Sen Puliparambil Bhavithry, Tomal Jabed H, Yan Yan
Master of Science in Data Science Program, Thompson Rivers University, 805 TRU Way, Kamloops, BC V2C 0C8, Canada.
Department of Mathematics and Statistics, Thompson Rivers University, 805 TRU Way, Kamloops, BC V2C 0C8, Canada.
Biology (Basel). 2022 Oct 12;11(10):1495. doi: 10.3390/biology11101495.
With the emergence of single-cell RNA sequencing (scRNA-seq) technology, scientists are able to examine gene expression at single-cell resolution. Analysis of scRNA-seq data has its own challenges, which stem from its high dimensionality. The method of machine learning comes with the potential of gene (feature) selection from the high-dimensional scRNA-seq data. Even though there exist multiple machine learning methods that appear to be suitable for feature selection, such as penalized regression, there is no rigorous comparison of their performances across data sets, where each poses its own challenges. Therefore, in this paper, we analyzed and compared multiple penalized regression methods for scRNA-seq data. Given the scRNA-seq data sets we analyzed, the results show that sparse group lasso (SGL) outperforms the other six methods (ridge, lasso, elastic net, drop lasso, group lasso, and big lasso) using the metrics area under the receiver operating curve (AUC) and computation time.
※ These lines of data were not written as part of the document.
"""Bad input campaign: every channel (Python options, SQL functions, command line, model documents, sources,
scoring calls) answers bad input with dbfit's own error naming the problem, never a traceback or a raw
database error. Checks are on dbfit's own behaviour (common practice: a message names what to change)."""

from __future__ import annotations

import copy
import json
import threading

import duckdb
import pytest

import dbfit
from dbfit.fitting import statistics as statsquery
from dbfit.fitting.streamed import StreamedStatisticsPass
from dbfit.interfaces.cli import main

OPTION_CASES = [
    # (options of dbfit.fit, words the message must hold)
    ({"max_iter": "10"}, ["max_iter", "'10'"]),
    ({"max_iter": None}, ["max_iter", "None"]),
    ({"max_iter": 2.5}, ["max_iter", "2.5"]),
    ({"max_iter": True}, ["max_iter", "True"]),
    ({"max_iter": [5]}, ["max_iter"]),
    ({"max_iter": "abc"}, ["max_iter", "abc"]),
    ({"tol": "x"}, ["tol", "'x'"]),
    ({"tol": None}, ["tol", "None"]),
    ({"tol": float("inf")}, ["tol", "inf"]),
    ({"tol": True}, ["tol", "True"]),
    ({"tol": "1e-8"}, ["tol", "1e-8"]),
    ({"reference": ["a", "b"]}, ["reference", "list"]),
    ({"reference": "g"}, ["reference", "'g'"]),
    ({"reference": ("g", "a")}, ["reference", "tuple"]),
    ({"tol": [1e-8]}, ["tol", "[1e-08]"]),
    ({"max_iter": float("nan")}, ["max_iter", "nan"]),
    ({"start": "abc"}, ["start", "abc"]),
    ({"start": {"x": "abc"}}, ["start", "'x'", "abc"]),
    ({"start": [1.0, "b", 3.0]}, ["start", "'b'"]),
    ({"start": 5}, ["start", "5"]),
    ({"start": {"x": [1.0]}}, ["start", "'x'", "[1.0]"]),
    ({"positive": 1.5}, ["positive", "1.5"]),
    ({"firth": "yes"}, ["firth", "yes"]),
    ({"firth": 1}, ["firth", "1"]),
    ({"folds": 1}, ["folds", "1"]),
    ({"folds": "5"}, ["folds", "'5'"]),
    ({"folds": 2.5}, ["folds", "2.5"]),
    ({"folds": None}, ["folds", "None"]),
    ({"l1_share": 2}, ["l1_share", "2"]),
    ({"l1_share": -0.1}, ["l1_share", "-0.1"]),
    ({"l1_share": "0.5"}, ["l1_share", "0.5"]),
    ({"l1_share": None}, ["l1_share", "None"]),
    ({"weights": 3}, ["weights", "3"]),
    ({"weights": ["x"]}, ["weights", "list"]),
    ({"offset": 1.5}, ["offset", "1.5"]),
    ({"trials": 2}, ["trials", "2"]),
    ({"by": 3}, ["by", "3"]),
    ({"robust": "cluster", "cluster": 5}, ["cluster", "5"]),
    ({"shrinkage": "cv", "split_key": 7}, ["split_key", "7"]),
    ({"positive": 5}, ["positive", "5"]),
    ({"positive": ["a"]}, ["positive", "['a']"]),
    ({"positive": {"a": 1}}, ["positive"]),
    ({"nosuch": 1}, ["nosuch"]),
    ({"max_iters": 10}, ["max_iters", "max_iter"]),
    ({"progress": "yes"}, ["progress", "yes"]),
]


@pytest.fixture
def deliveries(con):
    con.execute("""CREATE TABLE t AS SELECT y, x::DOUBLE AS x, g, z::DOUBLE AS z FROM (VALUES
        (1, 2.0, 'a', 0.5), (0, 1.0, 'b', 0.1), (1, 3.5, 'a', 0.7), (0, 0.5, 'b', 0.3),
        (1, 2.2, 'b', 0.9), (0, 1.1, 'a', 0.2), (1, 0.9, 'a', 0.4), (0, 2.7, 'b', 0.6),
        (1, 1.7, 'b', 0.8), (0, 1.9, 'a', 0.35)) v(y, x, g, z)""")
    return con


@pytest.fixture
def stored(deliveries):
    dbfit.fit(deliveries, "y ~ x + g", "t", name="m", progress=False)
    return deliveries


def refused(call, words: list[str]) -> dbfit.DbfitError:
    with pytest.raises(dbfit.DbfitError) as caught:
        call()
    for word in words:
        assert word in str(caught.value), (word, str(caught.value))
    return caught.value


@pytest.mark.parametrize("options, words", OPTION_CASES)
def test_python_fit_option_is_refused_by_name(deliveries, options, words):
    refused(lambda: dbfit.fit(deliveries, "y ~ x + g", "t", **{"progress": False, **options}), words)


def test_holdout_share_as_text_is_refused(deliveries):
    refused(
        lambda: dbfit.fit(deliveries, "y ~ x", "t", split=dbfit.Holdout("x", "0.2"), progress=False),
        ["share", "0.2"],
    )


VERSION_CALLS = {
    "load": lambda con, v: dbfit.load(con, "m", version=v),
    "score": lambda con, v: dbfit.score(con, "m", "t", version=v),
    "assess": lambda con, v: dbfit.assess(con, "m", "t", version=v),
    "drift": lambda con, v: dbfit.drift(con, "m", "t", version=v),
    "assessment_tables": lambda con, v: dbfit.assessment_tables(con, "m", "t", version=v),
}


@pytest.mark.parametrize("version", ["1", 0, 1.0, True])
@pytest.mark.parametrize("call", sorted(VERSION_CALLS))
def test_version_that_is_not_a_whole_number_is_refused(stored, call, version):
    refused(lambda: VERSION_CALLS[call](stored, version), ["version must be a whole number", repr(version)])


SCORING_CASES = {
    "score level as text": (
        lambda con: dbfit.score(con, "m", "t", standard_error=True, level="x"),
        ["level", "'x'"],
    ),
    "score standard_error as text": (
        lambda con: dbfit.score(con, "m", "t", standard_error="yes"),
        ["standard_error", "yes"],
    ),
    "publish live as text": (lambda con: dbfit.publish(con, "m", "t", "scored", live="yes"), ["live", "yes"]),
    "report to a missing folder": (
        lambda con: dbfit.write_report(dbfit.load(con, "m"), "/no/such/dir/r.html"),
        ["/no/such/dir/r.html"],
    ),
    "k folds as text": (
        lambda con: dbfit.cross_validate(con, "y ~ x", "t", dbfit.KFold("x", "3")),
        ["folds", "'3'"],
    ),
}


@pytest.mark.parametrize("case", sorted(SCORING_CASES))
def test_scoring_and_report_bad_input_is_refused(stored, case):
    call, words = SCORING_CASES[case]
    refused(lambda: call(stored), words)


SQL_CASES = [
    ("SELECT * FROM dbfit.fit('m2', 'y ~ x', 't', max_iter := 'abc')", ["max_iter", "abc"]),
    ("SELECT * FROM dbfit.fit('m2', 'y ~ x', 't', max_iter := 'ten')", ["max_iter", "ten"]),
    ("SELECT * FROM dbfit.fit('m2', 'y ~ x', 't', max_iter := 2.5)", ["max_iter", "2.5"]),
    ("SELECT * FROM dbfit.fit('m2', 'y ~ x', 't', tol := 'x')", ["tol", "'x'"]),
    ("SELECT * FROM dbfit.fit('m2', 'y ~ x', 't', firth := 'yes')", ["firth", "yes"]),
    ("SELECT * FROM dbfit.fit('m2', 'y ~ x', 't', shrinkage := 1, l1_share := 'half')", ["l1_share", "half"]),
    ("SELECT * FROM dbfit.fit('m2', 'y ~ x', 't', population_rate := 'rare')", ["population_rate", "rare"]),
    ("SELECT * FROM dbfit.fit('m2', 'y ~ x', 't', shrinkage := 'lots')", ["shrinkage", "lots"]),
    ("SELECT * FROM dbfit.fit('m2', 'y ~ x', '/no/such/rows.csv')", ["/no/such/rows.csv"]),
    ("SELECT * FROM dbfit.fit('m2', 'y ~ x', '/no/such/rows.parquet')", ["/no/such/rows.parquet"]),
    ("SELECT * FROM dbfit.fit('m2', 'y ~ x', 't', positive := '5')", ["positive", "5"]),
    ("SELECT * FROM dbfit.assess('m', 't', threshold := 'abc')", ["threshold", "abc"]),
    ("SELECT * FROM dbfit.confusion('m', 't', threshold := 'x')", ["threshold", "'x'"]),
    ("SELECT * FROM dbfit.score('m', 't', level := 'x')", ["level", "'x'"]),
    ("SELECT * FROM dbfit.score('m', '/no/such/rows.csv')", ["/no/such/rows.csv"]),
    ("SELECT * FROM dbfit.score('m', '/no/such/rows.parquet')", ["/no/such/rows.parquet"]),
]


@pytest.mark.parametrize("call, words", SQL_CASES)
def test_sql_function_bad_input_reaches_dbfit(stored, call, words):
    with pytest.raises(duckdb.Error) as caught:
        stored.execute(call).fetchall()
    message = str(caught.value)
    assert any(
        f"{kind}: " in message for kind in ("FitError", "SourceError", "StoreError", "FormulaError")
    ), message
    for word in words:
        assert word in message, (word, message)
    assert [n for (n,) in stored.execute("SELECT model FROM dbfit.models()").fetchall()] == ["m"]


@pytest.fixture
def database(tmp_path):
    path = tmp_path / "store.duckdb"
    con = dbfit.connect(str(path))
    con.execute(
        "CREATE TABLE t AS SELECT (i % 3 = 0)::INT AS y, (i % 7)::DOUBLE AS x, "
        "CASE WHEN i % 2 = 0 THEN 'a' ELSE 'b' END AS g FROM range(60) r(i)"
    )
    dbfit.fit(con, "y ~ x + g", "t", name="m", progress=False)
    con.close()
    return str(path)


def cli_refused(capsys, argv: list[str], words: list[str]) -> None:
    code = main(argv)
    err = capsys.readouterr().err
    assert code != 0
    assert "Traceback" not in err
    lines = err.strip().splitlines()
    assert len(lines) == 1, err
    for word in words:
        assert word in lines[0], (word, err)


def spec_file(tmp_path, database: str, **settings) -> str:
    path = tmp_path / "spec.json"
    path.write_text(
        json.dumps({"database": database, "name": "m", "formula": "y ~ x + g", "source": "t", **settings})
    )
    return str(path)


CLI_CASES = [
    (
        lambda db, tmp: ["report", "m", "--database", db, "--output", "/no/such/dir/r.html"],
        ["/no/such/dir/r.html"],
    ),
    (lambda db, tmp: ["sql", str(tmp / "nope.sql"), "--database", db], ["nope.sql"]),
    (lambda db, tmp: ["sql", str(tmp), "--database", db], ["cannot be read"]),
    (
        lambda db, tmp: ["assess", "m", "--database", db, "--version", "0"],
        ["version must be a whole number", "0"],
    ),
    (
        lambda db, tmp: ["publish", "m", "--database", db, "--view", "v", "--version", "0"],
        ["version must be a whole number", "0"],
    ),
    (
        lambda db, tmp: ["drift", "m", "--database", db, "--source", "t", "--version", "-1"],
        ["version must be a whole number", "-1"],
    ),
    (
        lambda db, tmp: ["report", "m", "--database", db, "--output", str(tmp)],
        ["cannot be written", "directory"],
    ),
    (lambda db, tmp: ["fit", "--spec", spec_file(tmp, db, positive="late")], ["positive", "late"]),
    (
        lambda db, tmp: [
            "fit",
            "--database",
            db,
            "--name",
            "m",
            "--formula",
            "y ~ x",
            "--source",
            "t",
            "--positive",
            "7",
        ],
        ["positive", "7"],
    ),
    (
        lambda db, tmp: ["report", "m", "--database", db, "--output", spec_file(tmp, db) + "/r.html"],
        ["r.html"],
    ),
]


@pytest.mark.parametrize("case", range(len(CLI_CASES)))
def test_cli_bad_input_is_one_line_without_traceback(capsys, tmp_path, database, case):
    argv, words = CLI_CASES[case]
    cli_refused(capsys, argv(database, tmp_path), words)


def tamper(document: dict, change) -> str:
    copied = copy.deepcopy(document)
    change(copied)
    return json.dumps(copied)


DOCUMENT_CASES = [
    (lambda d: d["estimates"].__setitem__(1, "abc"), ["estimate 1", "abc"]),
    (lambda d: d["estimates"].__setitem__(0, [1.0]), ["estimate 0", "[1.0]"]),
    (lambda d: d["estimates"].pop(), ["estimates", "labels"]),
    (lambda d: d["covariance"][0].pop(), ["covariance"]),
    (lambda d: d["covariance"][0].__setitem__(0, "x"), ["covariance"]),
    (lambda d: d.__setitem__("covariance", "x"), ["covariance", "list"]),
    (lambda d: d.__setitem__("intercept", "yes"), ["intercept", "bool"]),
    (lambda d: d.__setitem__("warnings", "none"), ["warnings", "list"]),
    (lambda d: d.__setitem__("labels", "ab"), ["labels", "list"]),
    (lambda d: d.__setitem__("stats", [1, 2]), ["stats", "dict"]),
    (lambda d: d.__setitem__("formula", 5), ["formula", "str"]),
    (lambda d: d.__setitem__("options", None), ["options", "dict"]),
]


@pytest.mark.parametrize("case", range(len(DOCUMENT_CASES)))
def test_tampered_model_document_is_refused_naming_the_key(stored, case):
    change, words = DOCUMENT_CASES[case]
    document = json.loads(dbfit.load(stored, "m").to_json())
    refused(lambda: dbfit.from_json(tamper(document, change)), words)


def test_threads_sharing_a_connection_get_correct_results_or_dbfit_errors(stored):
    from dbfit.lifecycle.fingerprint import fingerprint

    model = dbfit.load(stored, "m")
    expected_print = fingerprint(stored, "t")
    expected_psi = dbfit.drift(stored, model, "t").to_pylist()
    failures: list[BaseException] = []

    def work() -> None:
        for _ in range(25):
            try:
                assert fingerprint(stored, "t") == expected_print
                assert dbfit.drift(stored, model, "t").to_pylist() == expected_psi
            except dbfit.DbfitError:
                pass
            except (
                BaseException
            ) as err:  # IndexError, KeyError, a wrong answer: one thread read the other's rows
                failures.append(err)

    threads = [threading.Thread(target=work) for _ in range(2)]
    for thread in threads:
        thread.start()
    for thread in threads:
        thread.join()
    assert failures == []


def test_unknown_column_hint_lists_all_columns_and_the_closest(con):
    columns = ", ".join(f"(range * {k})::DOUBLE AS reading_{k}" for k in range(55))
    con.execute(f"CREATE TABLE wide AS SELECT (range % 2)::INT AS y, {columns} FROM range(10)")
    error = refused(
        lambda: dbfit.fit(con, "y ~ reading_1 + reading_54x", "wide", progress=False),
        ["unknown column 'reading_54x'", "closest: reading_54", "56 columns"],
    )
    assert all(f"reading_{k}" in str(error) for k in range(55))


def test_thousand_predictors_are_refused_before_any_statistics_pass(con, monkeypatch):
    columns = ", ".join(f"(((range + {k}) * 7919) % 101)::DOUBLE AS x{k}" for k in range(1000))
    con.execute(f"CREATE TABLE wide AS SELECT (range % 2)::INT AS y, {columns} FROM range(30)")
    passes = []
    for kind in (statsquery.StatisticsPass, StreamedStatisticsPass):
        original = kind.run
        monkeypatch.setattr(kind, "run", lambda *a, _run=original, **k: passes.append(1) or _run(*a, **k))
    formula = "y ~ " + " + ".join(f"x{k}" for k in range(1000))
    refused(lambda: dbfit.fit(con, formula, "wide", progress=False), ["1000 columns", "fewer columns"])
    assert passes == []


def test_postgres_date_column_is_described_by_its_type_name(pg_server):
    import psycopg
    from pg_server import fresh_database

    with (
        fresh_database(pg_server, "dbfit_bad_input") as keywords,
        psycopg.connect(**keywords, autocommit=True) as connection,
    ):
        connection.execute(
            "CREATE TABLE visits AS SELECT (i % 2) AS y, DATE '2024-01-01' + i AS day, i::float8 AS x "
            "FROM generate_series(1, 20) AS i"
        )
        error = refused(
            lambda: dbfit.fit(connection, "y ~ x + day", "visits", progress=False), ["SQL type DATE"]
        )
        assert "OID" not in str(error)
Building on these findings, we proposed a new algorithm for feature selection using penalized regression methods. The proposed algorithm works by selecting a small subset of genes and applying SGL to select the differentially expressed genes in scRNA-seq data. By using hierarchical clustering to group genes, the proposed method bypasses the need for domain-specific knowledge for gene grouping information. In addition, the proposed algorithm provided consistently better AUC for the data sets used.
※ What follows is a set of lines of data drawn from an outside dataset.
"""Honest diagnostics: NULL exclusion, aliasing, separation, and numerical stability."""

from __future__ import annotations

import numpy as np
import pytest
import statsmodels.api as sm
from conftest import assert_close, load_frame

import dbfit


@pytest.fixture
def spector(con):
    frame = sm.datasets.spector.load_pandas().data.copy()
    load_frame(con, "spector", frame)
    return frame


def test_rows_with_null_are_excluded_and_counted(con, spector):
    # Reference: statsmodels on the complete rows only.
    con.execute("UPDATE spector SET TUCE = NULL WHERE rowid IN (1, 5, 9)")
    model = dbfit.fit(con, "GRADE ~ GPA + TUCE", "spector", progress=False)
    assert model.stats["n_used"] == 29 and model.stats["n_excluded"] == 3
    complete = spector.drop(index=[1, 5, 9])
    reference = sm.Logit(complete.GRADE, sm.add_constant(complete[["GPA", "TUCE"]])).fit(disp=0, tol=1e-12)
    assert_close(model.estimates, reference.params.values, 1e-6, "estimates on complete rows")


def test_exactly_collinear_term_is_aliased_and_rest_is_valid(con, spector):
    # Reference: statsmodels without the aliased term (common practice: the later collinear term is dropped).
    model = dbfit.fit(con, "GRADE ~ GPA + TUCE + (2 * GPA - TUCE) + PSI", "spector", progress=False)
    table = {row["term"]: row for row in model.coefficients.to_pylist()}
    assert table["(2 * GPA - TUCE)"]["estimate"] is None
    assert table["(2 * GPA - TUCE)"]["std_error"] is None
    assert any("aliased" in w and "(2 * GPA - TUCE)" in w for w in model.warnings)
    reference = sm.Logit(spector.GRADE, sm.add_constant(spector[["GPA", "TUCE", "PSI"]])).fit(
        disp=0, tol=1e-12
    )
    kept = [model.labels.index(t) for t in ["intercept", "GPA", "TUCE", "PSI"]]
    assert_close(model.estimates[kept], reference.params.values, 1e-6, "estimates without the aliased term")
    assert np.isnan(model.covariance[model.labels.index("(2 * GPA - TUCE)")]).all()
    assert model.stats["parameters"] == 4 and model.stats["aliased"] == 1


def test_constant_term_is_aliased_with_intercept(con, spector):
    model = dbfit.fit(con, "GRADE ~ GPA + 3.5 + PSI", "spector", progress=False)
    assert np.isnan(model.estimate("3.5"))
    assert any("aliased" in w and "'3.5'" in w for w in model.warnings)
    assert np.isfinite(model.estimate("GPA"))


def test_categorical_level_aliased_by_duplicate_factor(con):
    con.execute(
        "CREATE TABLE t AS SELECT i % 3 = 0 AS y, ['a','b','c'][1 + (i % 7) % 3] AS g, i / 100.0 AS x FROM range(300) r(i)"
    )
    model = dbfit.fit(con, "y ~ g + x + g::VARCHAR", "t", progress=False)
    assert np.isnan(model.estimate("g::VARCHAR=b")) and np.isnan(model.estimate("g::VARCHAR=c"))
    assert np.isfinite(model.estimate("g=b"))


def test_complete_separation_is_detected_and_named(con):
    con.execute(
        "CREATE TABLE sep AS SELECT (i >= 50)::INTEGER AS y, i / 10.0 AS x, (i * 37 % 11) / 11.0 AS noise FROM range(100) r(i)"
    )
    model = dbfit.fit(con, "y ~ x + noise", "sep", progress=False)
    assert model.stats["separation"] and not model.stats["converged"]
    separation = [w for w in model.warnings if "separation" in w]
    assert separation and "x" in separation[0].split("suspected terms:")[1]
    assert model.stats["iterations"] < 50


def test_quasi_complete_separation_is_detected(con):
    # Common practice: a level with only one outcome class (here g = 'c' is always 1) separates quasi-completely.
    con.execute("""CREATE TABLE quasi AS SELECT
        CASE WHEN g = 'c' THEN 1 ELSE (i * 7 % 5 < 2)::INTEGER END AS y, g, (i * 13 % 17) / 17.0 AS x
        FROM (SELECT i, ['a','b','c'][1 + i % 3] AS g FROM range(300) r(i))""")
    model = dbfit.fit(con, "y ~ x + g", "quasi", progress=False)
    separation = [w for w in model.warnings if "separation" in w]
    assert separation and "g=c" in separation[0]
    assert model.stats["separation"]


def test_well_separated_but_finite_data_is_not_flagged(con):
    # Source: scikit-learn breast-cancer data with strong but overlapping predictors (MLE exists).
    from sklearn.datasets import load_breast_cancer

    load_frame(con, "cancer", load_breast_cancer(as_frame=True).frame)
    model = dbfit.fit(
        con, 'target ~ "mean radius" + "mean texture" + "mean concave points"', "cancer", progress=False
    )
    assert model.stats["converged"] and not model.stats["separation"] and not model.warnings


@pytest.mark.parametrize("slope", [1000.0, -1000.0, 1e6])
def test_log_likelihood_is_exact_for_huge_linear_predictors(con, slope):
    # Common practice: log(1 + exp(eta)) must not overflow; reference: numpy.logaddexp on the same eta.
    con.execute(
        "CREATE TABLE big AS SELECT (i % 3 = 0)::INTEGER AS y, (i % 5) - 2.0 AS x FROM range(40) r(i)"
    )
    frame = con.execute("SELECT y, x FROM big").df()
    eta = slope * frame.x.to_numpy()
    expected = float(np.sum(frame.y * eta - np.logaddexp(0.0, eta)))
    reports = []
    dbfit.fit(con, "y ~ x - 1", "big", start=[slope], max_iter=1, progress=reports.append)
    assert reports[0].deviance == pytest.approx(-2.0 * expected, rel=1e-12)
    assert np.isfinite(reports[0].deviance)


def test_start_that_saturates_every_row_restarts_from_default(con):
    con.execute(
        "CREATE TABLE big AS SELECT (i % 3 = 0)::INTEGER AS y, (i % 5) - 2.0 AS x FROM range(40) r(i)"
    )
    model = dbfit.fit(con, "y ~ x", "big", start={"intercept": 5000.0, "x": 0.0}, progress=False)
    cold = dbfit.fit(con, "y ~ x", "big", progress=False)
    assert model.stats["converged"]
    assert_close(model.estimates, cold.estimates, 1e-8, "same optimum after restart")


def test_centring_keeps_precision_for_large_offsets_in_predictors(con, spector):
    # Reference: statsmodels on the raw data; a predictor shifted by 1e6 must give the same slope.
    frame = spector.assign(GPA_shifted=spector.GPA + 1e6)
    load_frame(con, "shifted", frame)
    model = dbfit.fit(con, "GRADE ~ GPA_shifted + PSI", "shifted", progress=False)
    reference = sm.Logit(spector.GRADE, sm.add_constant(spector[["GPA", "PSI"]])).fit(disp=0, tol=1e-12)
    assert_close(model.estimate("GPA_shifted"), reference.params["GPA"], 1e-6, "slope")
    assert_close(model.coefficients["std_error"].to_numpy()[1], reference.bse["GPA"], 1e-6, "slope se")


def test_progress_reports_iteration_deviance_and_time(con, spector):
    reports = []
    model = dbfit.fit(con, "GRADE ~ GPA", "spector", progress=reports.append)
    assert [r.iteration for r in reports] == list(range(1, model.stats["iterations"] + 1))
    assert all(r.elapsed >= 0 for r in reports)
    assert reports[-1].deviance == pytest.approx(model.stats["deviance"])
    assert reports[0].deviance > reports[-1].deviance


def test_warm_start_from_a_fit_needs_fewer_passes(con, spector):
    cold = dbfit.fit(con, "GRADE ~ GPA + TUCE + PSI", "spector", progress=False)
    warm = dbfit.fit(
        con,
        "GRADE ~ GPA + TUCE + PSI",
        "spector",
        progress=False,
        start=dict(zip(cold.labels, cold.estimates)),
    )
    assert warm.stats["iterations"] < cold.stats["iterations"]
    assert_close(warm.estimates, cold.estimates, 1e-8, "same optimum")


def test_summary_shows_terms_and_warnings(con, spector):
    model = dbfit.fit(con, "GRADE ~ GPA + GPA * 1", "spector", progress=False)
    text = model.summary()
    assert "GPA * 1" in text and "aliased" in text and "deviance" in text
随着单细胞RNA测序(scRNA-seq)技术的出现,科学家们能够在单细胞分辨率下检测基因表达。scRNA-seq数据分析有其自身的挑战,这些挑战源于其高维度性。机器学习方法具有从高维scRNA-seq数据中进行基因(特征)选择的潜力。尽管存在多种似乎适用于特征选择的机器学习方法,如惩罚回归,但在每个数据集都有其自身挑战的情况下,并没有对它们在不同数据集上的性能进行严格比较。因此,在本文中,我们分析并比较了用于scRNA-seq数据的多种惩罚回归方法。根据我们分析的scRNA-seq数据集,结果表明,使用受试者工作特征曲线下面积(AUC)和计算时间等指标,稀疏组套索(SGL)优于其他六种方法(岭回归、套索回归、弹性网络、下拉套索、组套索和大套索)。基于这些发现,我们提出了一种使用惩罚回归方法进行特征选择的新算法。所提出的算法通过选择一小部分基因子集并应用SGL来选择scRNA-seq数据中的差异表达基因。通过使用层次聚类对基因进行分组,该方法无需领域特定知识来获取基因分组信息。此外,所提出的算法在使用的数据集上始终提供更好的AUC。